Negara Maritim Tapi Industri Kapal RI Malah Merana

8 hours ago 2

Jakarta, CNBC Indonesia - Industri galangan kapal terus menjadi permasalahan di Indonesia karena belum mendapatkan dukungan yang maksimal dan masih banyak kendala yang menyulitkan lainnya.

Indonesia sebagai negara kepulauan pada dasarnya memiliki potensi besar karena negara ini adalah kepulauan dengan kebutuhan tinggi terhadap transportasi laut. Namun, industri ini masih menghadapi berbagai tantangan yang menghambat pertumbuhannya.

Berbagai hambatan seperti tingginya biaya produksi, keterbatasan teknologi, rendahnya daya saing, regulasi yang kurang mendukung, serta sulitnya akses pembiayaan masih menjadi kendala utama. Untuk meningkatkan daya saing, diperlukan kebijakan pemerintah yang lebih mendukung, peningkatan SDM, serta investasi dalam teknologi dan infrastruktur.

1. Harga Tergolong Mahal & Produksi yang Lama

Wakil Ketua Umum II Indonesian National Shipowners' Association (INSA) Darmadi GO dalam Indonesia Maritime Talks 2025, Selasa (25/2/2025) mengatakan bahwa industri galangan kapal lokal kurang berdaya saing. Bukan cuma soal harga tetapi waktu produksi juga cukup lama. Hal ini yang harus dibenahi oleh pemerintah galangan kapal Indonesia harus sesuai dengan standar baku internasional.

Biaya produksi yang tinggi diakibatkan karena harga bahan baku yang mahal akibat mayoritas bahan baku merupakan barang impor sehingga biaya produksi meningkat.

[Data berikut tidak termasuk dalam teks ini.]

//! For each test of the reports a series that is good and one that is bad, with the numbers of the manuals; and what must
//! not be taken for a fault: calms, rounding, fronts.
#![allow(
    clippy::unwrap_used,
    clippy::panic,
    reason = "tests may panic; their numbers are small"
)]

use gyremesh::check::Flag::{Fail, NotEvaluated, Pass, Suspect};
use gyremesh::check::{Flag, StationScreen, Test, screen, screen_all};
use gyremesh::report::{Moving, Part, Report, ReportTable, Rows};
use gyremesh::settings::CheckLimits;
use gyremesh::station::Position;
use gyremesh::time::Time;
use gyremesh::units::FromDirection;
use rand::{RngExt, SeedableRng};
use rand_chacha::ChaCha8Rng;

const KNOT: f64 = 1852.0 / 3600.0;

/// A report without gust and position, minutes after 2031-06-14T00Z; 0 m/s is calm.
fn report(minute: f64, direction: f64, speed: f64) -> Report {
    let start = Time::parse_rfc3339("2031-06-14T00:00:00Z").unwrap();
    #[expect(clippy::cast_possible_truncation, reason = "small test numbers")]
    let time = start.plus_micros((minute * 6e7) as i64);
    Report {
        station: 0,
        time,
        speed: Some(speed),
        direction: (speed > 0.0).then(|| FromDirection::new(direction.rem_euclid(360.0)).unwrap()),
        part: Part::Whole,
        gust: None,
        moving: None,
        correction: 0,
        place: (0, 1),
    }
}

fn screened(reports: &[Report], limits: &CheckLimits) -> ReportTable {
    let mut rows = Rows::default();
    for report in reports {
        rows.push(report);
    }
    let (mut table, _) = ReportTable::new(&[rows], 1);
    let listed = Position::new(46.0, -30.0).unwrap();
    screen_all(&mut table, &[listed], limits);
    table
}

/// Flags of a test, and the worst of all tests, of reports at equal intervals (minutes).
fn flags(test: Test, interval: f64, winds: &[(f64, f64)]) -> Vec<Flag> {
    let reports: Vec<Report> = (0..)
        .zip(winds)
        .map(|(k, &(direction, speed))| report(f64::from(k) * interval, direction, speed))
        .collect();
    let table = screened(&reports, &CheckLimits::default());
    (0..table.len()).map(|i| table.test_flag(i, test)).collect()
}

/// The worst of the flags.
fn worst(flags: &[Flag]) -> Flag {
    flags.iter().copied().max().unwrap()
}

/// A wind that varies as winds do: a slow swing and turbulence, to 1 degree and 0.1 m/s.
fn weather(n: usize, speed: f64, seed: u64) -> Vec<(f64, f64)> {
    let mut rng = ChaCha8Rng::seed_from_u64(seed);
    let (mut gust, mut turn) = (0.0, 0.0);
    (0..n)
        .map(|k| {
            gust = 0.7 * gust + rng.random_range(-1.0..1.0);
            turn = 0.7 * turn + rng.random_range(-1.0..1.0);
            let swing = (k as f64 / 70.0).sin();
            let direction: f64 = 240.0 + 30.0 * swing + 8.0 * turn;
            let speed: f64 = speed * (1.0 + 0.2 * swing + 0.12 * gust);
            (direction.round(), (speed.max(0.0) * 10.0).round() / 10.0)
        })
        .collect()
}

#[test]
fn ordinary_weather_passes_every_test() {
    for (interval, seed) in [(1.0, 1), (5.0, 2), (10.0, 3), (60.0, 4)] {
        let winds = weather(2000, 7.0, seed);
        for test in Test::ALL {
            let found = worst(&flags(test, interval, &winds));
            assert!(found <= Flag::Pass, "{test:?} {interval} min: {found:?}");
        }
    }
}

#[test]
fn timing_gap_of_more_than_an_hour() {
    let times = [0.0, 60.0, 130.0, 201.0];
    let reports = times.map(|t| report(t, 240.0, 5.0 + t / 100.0));
    let table = screened(&reports, &CheckLimits::default());
    let found: Vec<u8> = (0..4)
        .map(|i| table.test_flag(i, Test::TimingGap).value())
        .collect();
    assert_eq!(found, [2, 1, 1, 9]);
    // It says nothing of the report itself.
    assert_eq!(table.flag(3), Flag::Pass);
}

#[test]
fn location_of_reports_with_a_position() {
    let at = |latitude, longitude| {
        let moving = Moving {
            position: Some(Position::new(latitude, longitude).unwrap()),
            level: None,
        };
        Report {
            moving: Some(moving),
            ..report(latitude, 240.0, latitude / 10.0)
        }
    };
    let reports = [
        report(-1.0, 240.0, 5.0),
        at(0.0, 0.0),
        at(46.1, -30.0),
        at(46.2, -30.0),
    ];
    let found = |limits: &CheckLimits| -> Vec<u8> {
        let table = screened(&reports, limits);
        (0..4)
            .map(|i| table.test_flag(i, Test::Location).value())
            .collect()
    };
    assert_eq!(found(&CheckLimits::default()), [2, 4, 1, 3]);
    let anywhere = CheckLimits {
        displacement: None,
        ..CheckLimits::default()
    };
    assert_eq!(found(&anywhere), [2, 2, 2, 2]);
}

/// QARTOD: 20 and 40 m/s; the next report is waited for, and there is none after the last.
#[test]
fn spikes_of_the_manual() {
    let spike = |height: f64| {
        let mut winds = vec![(240.0, 5.0), (241.0, 5.5), (239.0, 5.2), (242.0, 4.8)];
        winds[2].1 += height;
        flags(Test::Spike, 10.0, &winds)
    };
    assert_eq!(spike(0.0), [NotEvaluated, Pass, Pass, NotEvaluated]);
    assert_eq!(spike(19.0), [NotEvaluated, Pass, Pass, NotEvaluated]);
    assert_eq!(spike(21.0), [NotEvaluated, Pass, Suspect, NotEvaluated]);
    assert_eq!(spike(41.0), [NotEvaluated, Pass, Fail, NotEvaluated]);
    // A vane that points the other way for one report, in 25 m/s.
    let mut turned = weather(100, 25.0, 3);
    turned[70].0 -= 180.0;
    let found = flags(Test::Spike, 10.0, &turned);
    assert_eq!((found[69], found[70], found[71]), (Pass, Fail, Pass));
    // An impossible report makes no spikes of its neighbours.
    let impossible = [(240.0, 5.0), (240.0, 468.0), (240.0, 5.0), (241.0, 5.1)];
    assert_eq!(worst(&flags(Test::Spike, 10.0, &impossible)), Pass);
    assert_eq!(worst(&flags(Test::GrossRange, 10.0, &impossible)), Fail);
}

/// QARTOD: 3 standard deviations of 8 h; WMO: steps up to 10 m/s are no doubt.
#[test]
fn rate_of_change_of_the_manual() {
    let step = |size: f64| {
        let mut winds = weather(100, 5.0, 9);
        winds.iter_mut().skip(60).for_each(|wind| wind.1 += size);
        let found = flags(Test::RateOfChange, 10.0, &winds);
        let others = found.iter().enumerate().filter(|(k, _)| *k != 60);
        assert!(others.map(|(_, f)| *f).max() <= Some(Flag::Pass));
        found[60]
    };
    assert_eq!(step(0.0), Flag::Pass);
    assert_eq!(step(8.0), Flag::Pass);
    assert_eq!(step(16.0), Flag::Suspect);
    // The first changes have nothing to be compared with.
    let early = flags(Test::RateOfChange, 10.0, &weather(8, 5.0, 9));
    assert_eq!(early[6..], [Flag::NotEvaluated, Flag::Pass]);
}

/// Eight points of the compass at 30 m/s: a step of 45 degrees is 23 m/s of u and v, and nothing happened.
#[test]
fn points_of_the_compass_make_no_changes() {
    let winds: Vec<(f64, f64)> = (0..300)
        .map(|k| {
            let direction = if k % 5 == 0 { 45.0 } else { 90.0 };
            (direction, f64::from(100 + k * 7 % 11) / 3.6)
        })
        .collect();
    for test in Test::ALL {
        let found = worst(&flags(test, 10.0, &winds));
        assert!(found <= Flag::Pass, "{test:?}: {found:?}");
    }
}

/// QARTOD: 3 equal reports are suspect, 5 fail; here if they last 20 and 30 minutes.
#[test]
fn flat_line_of_the_manual() {
    let mut winds = weather(100, 6.0, 5);
    for k in 60..70 {
        winds[k] = winds[60];
    }
    let found = flags(Test::FlatLine, 10.0, &winds);
    let mut expected = vec![Flag::Pass; 100];
    expected[62..64].fill(Flag::Suspect); // the third and fourth, 20 and 30 min
    expected[64..70].fill(Flag::Fail);
    assert_eq!(found, expected);
    // Reports of each minute repeat themselves now and then: five, but not for half an hour.
    let mut winds = weather(100, 6.0, 5);
    for k in 60..65 {
        winds[k] = winds[60];
    }
    assert_eq!(worst(&flags(Test::FlatLine, 1.0, &winds)), Flag::Pass);
}

#[test]
fn a_calm_spell_is_no_flat_line() {
    for calm in [(0.0, 0.0), (240.0, 0.4)] {
        let mut winds = weather(400, 4.0, 6);
        winds[100..300].fill(calm); // 33 h
        for test in Test::ALL {
            let found = worst(&flags(test, 10.0, &winds));
            assert!(found <= Flag::Pass, "{test:?} {calm:?}: {found:?}");
        }
    }
}

/// 10 degrees and 1 kt, each 1, 10 or 60 minutes: steady winds repeat themselves for hours.
#[test]
fn rounding_is_no_flat_line() {
    for (interval, seed) in [(1.0, 7), (10.0, 8), (60.0, 9)] {
        let mut rng = ChaCha8Rng::seed_from_u64(seed);
        let mut same = 0;
        let mut winds: Vec<(f64, f64)> = Vec::new();
        for k in 0..3000 {
            let drift = (f64::from(k) * interval / 500.0).sin();
            let direction: f64 =
                180.0 + 60.0 * drift + rng.random_range(-1.0..1.0) * (3.0 + interval / 4.0);
            let knots: f64 =
                10.0 + 6.0 * drift + rng.random_range(-0.5..0.5) * (1.0 + interval / 20.0);
            let wind = ((direction / 10.0).round() * 10.0, knots.round() * KNOT);
            same += u32::from(winds.last() == Some(&wind));
            winds.push(wind);
        }
        assert!(interval > 30.0 || same > 800, "{same}");
        for test in [Test::FlatLine, Test::StuckVane, Test::FrozenAnemometer] {
            let found = worst(&flags(test, interval, &winds));
            assert_eq!(found, Flag::Pass, "{test:?} {interval} min");
        }
    }
}

#[test]
fn stuck_vane_and_frozen_anemometer() {
    let stuck = |change: fn(&mut (f64, f64), (f64, f64))| {
        let mut winds = weather(200, 7.0, 12);
        let first = winds[60];
        winds[60..120].iter_mut().for_each(|w| change(w, first));
        winds
    };
    let vane = stuck(|wind, first| wind.0 = first.0);
    let found = flags(Test::StuckVane, 10.0, &vane);
    assert_eq!(worst(&found[..78]), Flag::Pass);
    assert_eq!((found[78], found[96]), (Flag::Suspect, Flag::Fail)); // 3 and 6 h
    assert_eq!(worst(&found[120..]), Flag::Pass);
    assert_eq!(
        worst(&flags(Test::FrozenAnemometer, 10.0, &vane)),
        Flag::Pass
    );
    let anemometer = stuck(|wind, first| wind.1 = first.1);
    let found = flags(Test::FrozenAnemometer, 10.0, &anemometer);
    assert_eq!(
        (found[77], found[78], found[96]),
        (Flag::Pass, Flag::Suspect, Flag::Fail)
    );
    assert_eq!(
        worst(&flags(Test::StuckVane, 10.0, &anemometer)),
        Flag::Pass
    );
    // Two directions in a row may be the same by chance.
    assert!(worst(&flags(Test::FlatLine, 10.0, &anemometer)) <= Flag::Suspect);
}

/// WMO: an hour of one-minute values varies by 0.5 m/s.
#[test]
fn persistence_of_one_minute_values() {
    let dull = |range: f64| -> Vec<(f64, f64)> {
        let winds = weather(200, 7.0, 13).into_iter().enumerate();
        winds
            .map(|(k, wind)| match k {
                60..150 => (wind.0, 6.0 + range * f64::from(u8::from(k % 7 == 0))),
                _ => wind,
            })
            .collect()
    };
    let found = flags(Test::Persistence, 1.0, &dull(0.3));
    assert_eq!(
        (found[119], found[121], found[155]),
        (Flag::Pass, Flag::Suspect, Flag::Pass)
    );
    assert_eq!(
        worst(&flags(Test::Persistence, 1.0, &dull(0.6))),
        Flag::Pass
    );
    assert_eq!(
        worst(&flags(Test::Persistence, 10.0, &dull(0.3))),
        Flag::NotEvaluated
    );
}

#[test]
fn agreement_of_gust_and_mean() {
    let with = |gust: f64| Report {
        gust: Some(gust),
        ..report(gust, 240.0, 8.0)
    };
    let no_direction = Report {
        direction: None,
        ..report(99.0, 240.0, 8.0)
    };
    let reports = [with(7.4), with(7.6), with(12.0), no_direction];
    let table = screened(&reports, &CheckLimits::default());
    let found: Vec<u8> = (0..4)
        .map(|i| table.test_flag(i, Test::Agreement).value())
        .collect();
    assert_eq!(found, [3, 1, 1, 1]);
    assert_eq!(table.flag(3), Flag::Pass);
}

/// EPA: 0.5 m/s in 12 h, where the station's own winds usually span more.
#[test]
fn attenuated_signal_of_half_a_day() {
    let mut winds = weather(600, 6.0, 14);
    for (k, wind) in winds.iter_mut().enumerate().skip(300).take(150) {
        wind.1 = 5.0 + 0.1 * (k % 4) as f64;
    }
    let found = flags(Test::AttenuatedSignal, 10.0, &winds);
    assert_eq!(worst(&found[..370]), Flag::Pass);
    assert_eq!(found[380], Flag::Suspect);
    assert_eq!(worst(&found[460..]), Flag::Pass);
    // A calm of two days and more.
    let mut winds = weather(900, 6.0, 14);
    winds[300..650].fill((0.0, 0.0));
    let found = flags(Test::AttenuatedSignal, 10.0, &winds);
    assert_eq!(
        (found[300 + 287], found[300 + 289]),
        (Flag::Pass, Flag::Suspect)
    );
}

/// 10 m/s and 120 degrees in ten minutes: suspect at most.
#[test]
fn a_front_passes_or_is_suspect() {
    for interval in [1.0, 5.0, 10.0] {
        let mut winds = weather(300, 5.0, 15);
        for wind in winds.iter_mut().skip(150) {
            *wind = (wind.0 + 120.0, wind.1 + 10.0);
        }
        for test in Test::ALL {
            let found = flags(test, interval, &winds);
            let raised = found.iter().filter(|&&f| f >= Flag::Suspect).count();
            assert!(worst(&found) <= Flag::Suspect && raised <= 1, "{test:?}");
        }
    }
}

#[test]
fn tests_that_are_off_say_nothing() {
    let limits = CheckLimits {
        off: vec![Test::GrossRange],
        ..CheckLimits::default()
    };
    let table = screened(&[report(0.0, 240.0, 468.0)], &limits);
    assert_eq!(table.flag(0), Flag::Pass);
    assert_eq!(table.test_flag(0, Test::GrossRange), Flag::NotEvaluated);
}

/// However a series is cut, each report has the same flags.
#[test]
fn cutting_a_series_changes_no_flag() {
    let mut winds = weather(500, 7.0, 16);
    winds[100].1 += 30.0;
    winds[250].1 += 25.0;
    for k in 300..320 {
        winds[k] = winds[300];
    }
    let reports: Vec<Report> = (0..)
        .zip(&winds)
        .map(|(k, w)| report(f64::from(k) * 10.0, w.0, w.1))
        .collect();
    let limits = CheckLimits::default();
    let whole = screened(&reports, &limits);
    assert_eq!(whole.flag(100), Flag::Suspect);
    for cut in (50..1000).step_by(50) {
        let mut screens = vec![StationScreen::default()];
        let mut before = ReportTable::default();
        let mut found = Vec::new();
        // Each window has the reports of the next 70 minutes in sight.
        for (start, end) in (0..5000).step_by(cut).map(|t| (t, t + cut)) {
            let time = |minute: usize| report(minute as f64, 0.0, 1.0).time;
            let sight = time(end + 70);
            let from = if start == 0 {
                time(0)
            } else {
                time(start + 70)
            };
            let mut rows = Rows::default();
            let new = reports.iter().filter(|r| r.time >= from && r.time < sight);
            new.for_each(|r| rows.push(r));
            let (mut table, _) =
                ReportTable::following(&[rows], 1, &before, time(start), time(end));
            screen(&mut table, &mut screens, &[], Some(&limits));
            found.extend(table.fresh(0).map(|i| (table.flag(i), table.tests(i))));
            before = table;
        }
        let expected: Vec<_> = (0..whole.len())
            .map(|i| (whole.flag(i), whole.tests(i)))
            .collect();
        assert!(found == expected, "windows of {cut} min");
    }
}
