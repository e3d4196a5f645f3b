//! Station lists in GeoJSON (RFC 7946): a collection of points.

use std::borrow::Cow;
use std::collections::BTreeSet;

use geojson::feature::Id;
use geojson::{Feature, GeometryValue};
use serde_json::Value;

use super::entry::{Field, Whence};
use super::list::ListBuilder;
use super::{Catalogue, StationList, missing_column};
use crate::error::{Place, Problem};

/// Reads a collection of points; the error holds all defects.
pub(super) fn read_features(
    file: &str,
    bytes: &[u8],
    catalogue: &Catalogue,
) -> Result<StationList, Vec<Problem>> {
    let bytes = bytes.strip_prefix(b"\xef\xbb\xbf").unwrap_or(bytes);
    let refuse = |line: Option<u64>, message: String| {
        let place = Place {
            file: file.into(),
            line,
            column: None,
        };
        Err(vec![Problem::new(place, message)])
    };
    let mut document = match serde_json::from_slice(bytes) {
        Ok(Value::Object(document)) => document,
        Ok(_) => return refuse(None, "a GeoJSON FeatureCollection is expected".into()),
        Err(error) => return refuse(Some(error.line() as u64), format!("not JSON: {error}")),
    };
    let kind = document.get("type").and_then(Value::as_str).unwrap_or("");
    if kind != "FeatureCollection" {
        let message = format!("the type is `{kind}` (a GeoJSON `FeatureCollection` expected)");
        return refuse(None, message);
    }
    let Some(Value::Array(features)) = document.remove("features") else {
        return refuse(None, "the collection has no list of `features`".into());
    };

    let mut builder = ListBuilder::new(file, catalogue, false);
    let mut seen = BTreeSet::new();
    let any = !features.is_empty();
    for (number, value) in (1..).zip(features) {
        let at = Whence::Feature(number);
        match serde_json::from_value::<Feature>(value) {
            Ok(feature) => {
                if let Some(properties) = &feature.properties {
                    for name in properties.keys() {
                        if !seen.contains(name) {
                            seen.insert(name.clone());
                        }
                    }
                }
                add(&mut builder, at, &feature, catalogue);
            }
            Err(error) => {
                let place = at.place(file, "");
                builder.problem(Problem::new(
                    place,
                    format!("it is not a GeoJSON feature: {error}"),
                ));
            }
        }
    }
    for (field, column) in catalogue.columns.named() {
        let is_property = !matches!(field, Field::Id | Field::Latitude | Field::Longitude);
        if any && is_property && !seen.contains(column) {
            let mut problem = missing_column(file, column, seen.iter().map(String::as_str));
            problem.place.line = None;
            problem.message = problem
                .message
                .replace("there is no such column", "no feature has this property")
                .replace(": the file is empty", "");
            builder.problem(problem);
        }
    }
    builder.finish()
}

/// Adds a feature, which must be a point, or may lack a geometry where rows without a position are skipped.
fn add(builder: &mut ListBuilder, at: Whence, feature: &Feature, catalogue: &Catalogue) {
    let coordinates = match feature.geometry.as_ref().map(|geometry| &geometry.value) {
        Some(GeometryValue::Point { coordinates }) => coordinates.as_slice(),
        None => &[],
        Some(other) => {
            let message = format!("the geometry is a {} (a Point expected)", other.type_name());
            builder.problem(Problem::new(at.place(builder.file(), ""), message));
            return;
        }
    };
    if coordinates.len() < 2 && !catalogue.first_of_each {
        let message = "there is no position (a Point with longitude and latitude expected)";
        builder.problem(Problem::new(at.place(builder.file(), ""), message));
        return;
    }
    let coordinate = |k: usize| match coordinates.get(k) {
        Some(degrees) => Cow::Owned(degrees.to_string()),
        None => Cow::Borrowed(""),
    };
    let texts = |field| match field {
        Field::Longitude => coordinate(0),
        Field::Latitude => coordinate(1),
        Field::Id => {
            let property = property(feature, &catalogue.columns.id);
            match &feature.id {
                Some(Id::String(id)) if property.is_empty() => Cow::Borrowed(id.trim()),
                Some(Id::Number(id)) if property.is_empty() => Cow::Owned(id.to_string()),
                _ => property,
            }
        }
        _ => catalogue
            .columns
            .column(field)
            .map_or(Cow::Borrowed(""), |column| property(feature, column)),
    };
    builder.add(at, &texts, coordinates.get(2).copied());
}

/// A property as text; a list is joined with `;`, as a list of aliases is written in a table.
fn property<'f>(feature: &'f Feature, name: &str) -> Cow<'f, str> {
    match feature.property(name) {
        None | Some(Value::Null) => Cow::Borrowed(""),
        Some(Value::String(text)) => Cow::Borrowed(text.trim()),
        Some(Value::Array(items)) => {
            let texts = items.iter().map(|item| match item {
                Value::String(text) => text.clone(),
                other => other.to_string(),
            });
            Cow::Owned(texts.collect::<Vec<_>>().join(";"))
        }
        Some(other) => Cow::Owned(other.to_string()),
    }
}
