//! The report page and the pictures: what they hold equals the tables, nothing comes from elsewhere, no name breaks them.
#![allow(clippy::unwrap_used, clippy::panic, reason = "tests may panic")]

use std::fmt::Write as _;
use std::fs;
use std::path::{Path, PathBuf};
use std::process::Command;

use serde_json::Value;

fn gyremesh(args: &[&str]) {
    let output = Command::new(env!("CARGO_BIN_EXE_gyremesh"))
        .args(args)
        .output()
        .unwrap();
    let text = String::from_utf8_lossy(&output.stderr);
    assert!(output.status.code() < Some(2), "{args:?}: {text}");
}

/// The JSON within the page.
fn data(page: &str) -> Value {
    let begin = "<script type=\"application/json\" id=\"data\">";
    let rest = page.split_once(begin).unwrap().1;
    serde_json::from_str(rest.split_once("</script>").unwrap().0).unwrap()
}

/// Tags that are not closed, or closed in another order; void elements of HTML and self-closed ones are left out.
fn unbalanced(page: &str) -> Vec<String> {
    let mut open: Vec<String> = Vec::new();
    let mut rest = page;
    while let Some(at) = rest.find('<') {
        rest = &rest[at + 1..];
        if rest.starts_with('!') {
            continue;
        }
        let end = rest.find('>').unwrap();
        let tag = &rest[..end];
        let name: String = tag
            .trim_start_matches('/')
            .chars()
            .take_while(char::is_ascii_alphanumeric)
            .collect();
        rest = &rest[end + 1..];
        if tag.starts_with('/') {
            let last = open.pop();
            assert_eq!(last.as_deref(), Some(name.as_str()), "before {rest:.80}");
        } else if !tag.ends_with('/') && !["meta", "input", "br", "link"].contains(&name.as_str()) {
            if ["script", "style", "pre"].contains(&name.as_str()) {
                let close = format!("</{name}>");
                rest = rest.split_once(close.as_str()).unwrap().1;
            } else {
                open.push(name);
            }
        }
    }
    open
}

fn page(folder: &Path, network: &str, more: &[&str]) -> String {
    let out = ["report", network, "--out", folder.to_str().unwrap()];
    gyremesh(&[&out, more].concat());
    fs::read_to_string(folder.join("report.html")).unwrap()
}

#[test]
fn the_page_holds_what_the_tables_hold() {
    let folder = tempfile::tempdir().unwrap();
    let network = "networks/ostrin/network.toml";
    let hours = [
        "--from",
        "2031-06-14T13:00:00Z",
        "--to",
        "2031-06-14T19:00:00Z",
    ];
    let page = page(folder.path(), network, &hours);
    let out = [
        "estimate",
        network,
        "--out",
        folder.path().to_str().unwrap(),
    ];
    gyremesh(&[&out, &hours[..]].concat());

    assert_eq!(unbalanced(&page), Vec::<String>::new());
    assert!(page.contains(gyremesh::output::CAUTION.split_once(". ").unwrap().1));
    assert!(page.contains("Hollin Ridge wind farm") && page.contains("Crannet Fell"));
    // Nothing is fetched: no address but the names of markup languages.
    for address in page.split("http").skip(1) {
        assert!(address.starts_with("://www.w3.org/"), "{address:.60}");
    }
    assert!(!page.contains("src=") && !page.contains("@import") && !page.contains("url(h"));

    let data = data(&page);
    let times = data["times"].as_array().unwrap();
    let polygons = data["value"][0][0].as_array().unwrap().len();
    assert_eq!((times.len(), polygons), (73, 55));
    let mut reader = csv::Reader::from_path(folder.path().join("polygons.csv")).unwrap();
    let mut rows = 0;
    for (k, row) in reader.records().enumerate() {
        let row = row.unwrap();
        let (t, p) = (k / polygons, k % polygons);
        let state = data["state"][t].as_str().unwrap().as_bytes()[p];
        rows += 1;
        if row[4].is_empty() {
            assert!(state == b'm' || state == b'f', "{row:?}");
            continue;
        }
        for (field, list) in [(4, "value"), (5, "error"), (6, "value"), (7, "error")] {
            let stated: f64 = row[field].parse().unwrap();
            let shown = data[list][(field - 4) / 2][t][p].as_f64().unwrap() * 1e-7;
            assert!((shown - stated).abs() <= 0.501e-7, "{shown} {row:?}");
        }
        let significant = u8::from(&row[19] == "1") + 2 * u8::from(&row[20] == "1");
        let first = if &row[10] == "3" { b's' } else { b'a' };
        assert_eq!(state, first + significant, "{row:?}");
    }
    assert_eq!(rows, 73 * 55);
}

/// A network of three stations with names that would break a page.
fn hostile() -> (tempfile::TempDir, PathBuf) {
    let folder = tempfile::tempdir().unwrap();
    let stations = "id,name,latitude,longitude\nA<b>,</script><script>alert(1)</script>,-46.0,179.9\n\
                    \"B\"\"&\",\u{395}\u{3bb} {{ 7*7 }},-46.0,-179.8\nC,C's,-45.7,-179.95\n";
    fs::write(folder.path().join("stations.csv"), stations).unwrap();
    let mut reports = String::from("time,station,direction,speed\n");
    for minute in 0..6 {
        for (id, speed) in [("A<b>", 4.0), ("\"B\"\"&\"", 30.0), ("C", 0.0)] {
            let speed = speed + f64::from(minute) * 0.1;
            let from = 200 + 10 * minute;
            writeln!(reports, "2031-06-14T00:{minute}0:00Z,{id},{from},{speed}").unwrap();
        }
    }
    fs::write(folder.path().join("reports.csv"), reports).unwrap();
    let network = folder.path().join("network.toml");
    let settings = "name = \"Ä & <i>B</i> </title>\"\n[stations]\nfile = \"stations.csv\"\ncolumns = { name = \"name\" }\n\
                    [[reports]]\nfiles = [\"reports.csv\"]\n";
    fs::write(&network, settings).unwrap();
    (folder, network)
}

#[test]
fn no_name_breaks_the_page() {
    let (folder, network) = hostile();
    let page = page(folder.path(), network.to_str().unwrap(), &[]);
    assert_eq!(unbalanced(&page), Vec::<String>::new());
    assert!(!page.contains("<script>alert") && !page.contains("<i>B</i>"));
    assert!(page.contains("{{ 7*7 }}"), "a name is no template");
    assert_eq!(data(&page)["times"].as_array().unwrap().len(), 6);
    // South of the equator barbs are mirrored: 30 m/s has a pennant to the left of a wind from the north.
    assert!(page.contains("<path id=\"barb12\" d=\"M0 0L0 -24M0 -24L-10 "));
}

Impor komponen kapal dikenakan pajak yang cukup besar, membuat galangan dalam negeri kalah bersaing dengan galangan luar negeri.

Sebagai contoh, baja yang merupakan salah satu komponen penting kapal, merupakan barang yang mahal dan sulit diperoleh.

Baja merupakan bahan utama dalam pembuatan kapal. Namun, kapasitas produksi baja dalam negeri masih terbatas, sehingga banyak galangan harus mengimpor baja dari China, Jepang, atau Korea Selatan.

Go Darmadi dalam acara Indonesia Maritime Talk 2025 di Ritz Carlton, Jakarta, Selasa (25/2/2025). (CNBC Indonesia/Tri Susilo)Foto: Go Darmadi dalam acara Indonesia Maritime Talk 2025 di Ritz Carlton, Jakarta, Selasa (25/2/2025). (CNBC Indonesia/Tri Susilo)
Go Darmadi dalam acara Indonesia Maritime Talk 2025 di Ritz Carlton, Jakarta, Selasa (25/2/2025). (CNBC Indonesia/Tri Susilo)

Harga baja impor sangat fluktuatif tergantung pada kondisi pasar global, sehingga biaya produksi sulit diprediksi.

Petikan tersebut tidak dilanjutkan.